About 15 percent of those hitting the coverage gap stopped their treatment regimen. That rate varied depending upon illness. For example, about 10 percent of diabetes patients stopped buying the medicine, as did 16 percent of patients with high blood pressure and 18 percent of patients with osteoporosis.
The drug benefit, which began in 2006, has come in under budget. Most participants report they are satisfied with the program. But many lawmakers and health analysts say improvements could be made.
"If a new president and Congress consider changes to the drug benefit, it will be important to keep in mind that the coverage gap has consequences for some patients with serious health conditions," said Drew Altman, the chief executive officer and president of the Kaiser Family Foundation. The foundation conducted the study with researchers at Georgetown University and the University of Chicago.
The Republican-led Congress in 2003 crafted the doughnut hole as a way to make the drug benefit more affordable for the federal government.

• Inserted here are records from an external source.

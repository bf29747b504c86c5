"""Text keeps within its width and holds every finding."""

import pytest

from preflight_magic.plan.plan import Plan
from preflight_magic.present import make_cards, make_overview, text, words
from tests.present.fakes import FakeReport, FakeSeries

NAMES = ["passengers", "漢字" * 60, "🚢" * 90, "x" * 200, ("a\nb", "c"), "<script>"]


@pytest.mark.parametrize("width", [40, 60, 80, 100])
@pytest.mark.parametrize("name", NAMES)
def test_width_is_respected(name: object, width: int) -> None:
    view = FakeSeries(name=name, answer="An answer with averyveryvery" + "long" * 30 + " word in it.")
    lines = text.card_text(make_cards.card(view), width).split("\n")
    lines += text.overview_text(make_overview.overview(FakeReport(FakeSeries(), view)), width).split("\n")
    assert max(words.width_of(line) for line in lines) <= width
    assert not any(line != line.rstrip() for line in lines)


def test_text_holds_every_finding() -> None:
    view = FakeSeries()
    told = " ".join(text.card_text(make_cards.card(view), 80).split())
    for finding in view.findings.values():
        assert finding.question in told
        assert f"{finding.verdict}: {finding.headline}" in told
    for part in ("◆ transform", view.answer, "log → difference 12", "at most 0.010", "critical values", "4.1 to 1"):
        assert part in told
    assert "Sources" not in told


def test_text_tells_switched_steps_and_problems() -> None:
    view = FakeSeries()
    told = text.card_text(make_cards.card(view.leave_out(view.plan.steps[0]), view), 80)
    assert "log (left out)" in told
    told = " ".join(told.split())
    assert "plan: log, difference 12, difference 1 → difference 12, difference 1 odds" in told
    assert "With the recommended plan: ◆ transform: Take logs." in told
    infeasible = FakeSeries(problem="No values.", verdict="infeasible", plan=Plan(), recommended=Plan())
    told = text.card_text(make_cards.card(infeasible), 80)
    assert "No values." in told
    assert "Plan:" not in told


def test_overview_lines_up() -> None:
    lines = text.overview_text(make_overview.overview(FakeReport(FakeSeries(), FakeSeries(name="fuel"))), 80).split(
        "\n"
    )
    assert lines[0] == "2 series: 2 ◆ transform"
    assert lines[1].index("verdict") == lines[2].index("◆") == lines[3].index("◆")


def test_a_no_break_space_holds() -> None:
    assert text.wrap("up to 5\u00a0% of it", 8) == ["up to", "5\u00a0% of", "it"]


def test_words_longer_than_a_line_are_broken() -> None:
    assert text.wrap("a bcdefghij k", 4, "- ") == ["- a", "  bc", "  de", "  fg", "  hi", "  j", "  k"]


def test_a_long_name_is_cut_after_a_hyphen() -> None:
    assert text.wrap("Harvey-Leybourne-Taylor trend test", 18) == ["Harvey-Leybourne-", "Taylor trend test"]
    assert text.wrap("abcdefghij", 4) == ["abcd", "efgh", "ij"]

The researchers based their findings on pharmacy claims data provided by IMS Health, a company specializing in collecting health care data. They excluded people who get extra help in paying for their drug coverage because of their income; they do not pay the full cost of medicine even when in the doughnut hole.
When looking at spending by people who did not receive the extra help, researchers could determine when they hit the coverage gap, which began at $2,400 in total drug spending. They also could determine when they passed through the gap and catastrophic coverage kicked in.
The researchers focused their analysis on eight categories of drugs. Those least likely to stop taking their medicine were Alzheimer's patients, at 8 percent. Those most likely, at 20 percent, were patients taking medicine for heartburn, ulcers and acid reflux disease, 20 percent.
Jeff Nelligan, a spokesman for the Centers for Medicare and Medicaid Services, said the coverage gap kicks in after participants have saved about $1,600 on their drug costs, on average. He also noted that many plans offer some coverage when beneficiaries hit the doughnut hole. Those plans cost at little as $28.70 a month, and are available in every state for less than $50 a month.
"We urge beneficiaries to choose wisely when selecting their drug coverage," Nelligan said. "Again, we emphasize that any changes to the coverage gap would need to come from Congress."
The share of Medicare recipients who reached the doughnut hole varied widely by region. About one-third in Arkansas and seven states in the Northern Plains hit the coverage gap in 2007, but only 12 percent in Nevada did.
Researchers said such regional differences may occur because of physicians' prescribing patterns as well as overall health of the population. A separate factor may be enrollment in Medicare Advantage plans. Such plans offer comprehensive health coverage on top of the drug benefit. Regions where Medicare Advantage plans were most prevalent had fewer enrollees hit the coverage gap, which could reflect stronger management of drug use.
Democratic lawmakers have led efforts to let the government use its purchasing power to negotiate cheaper drug prices. They say the savings could be used to reduce the coverage gap, though the Congressional Budget Office projected that the legislation would not lead to any significant savings.
About 5 percent of the people who hit the Medicare coverage gap switched to another medication, most often a generic drug, while 1 percent reduced the number of medications they were taking in a particular class of drugs, the report said.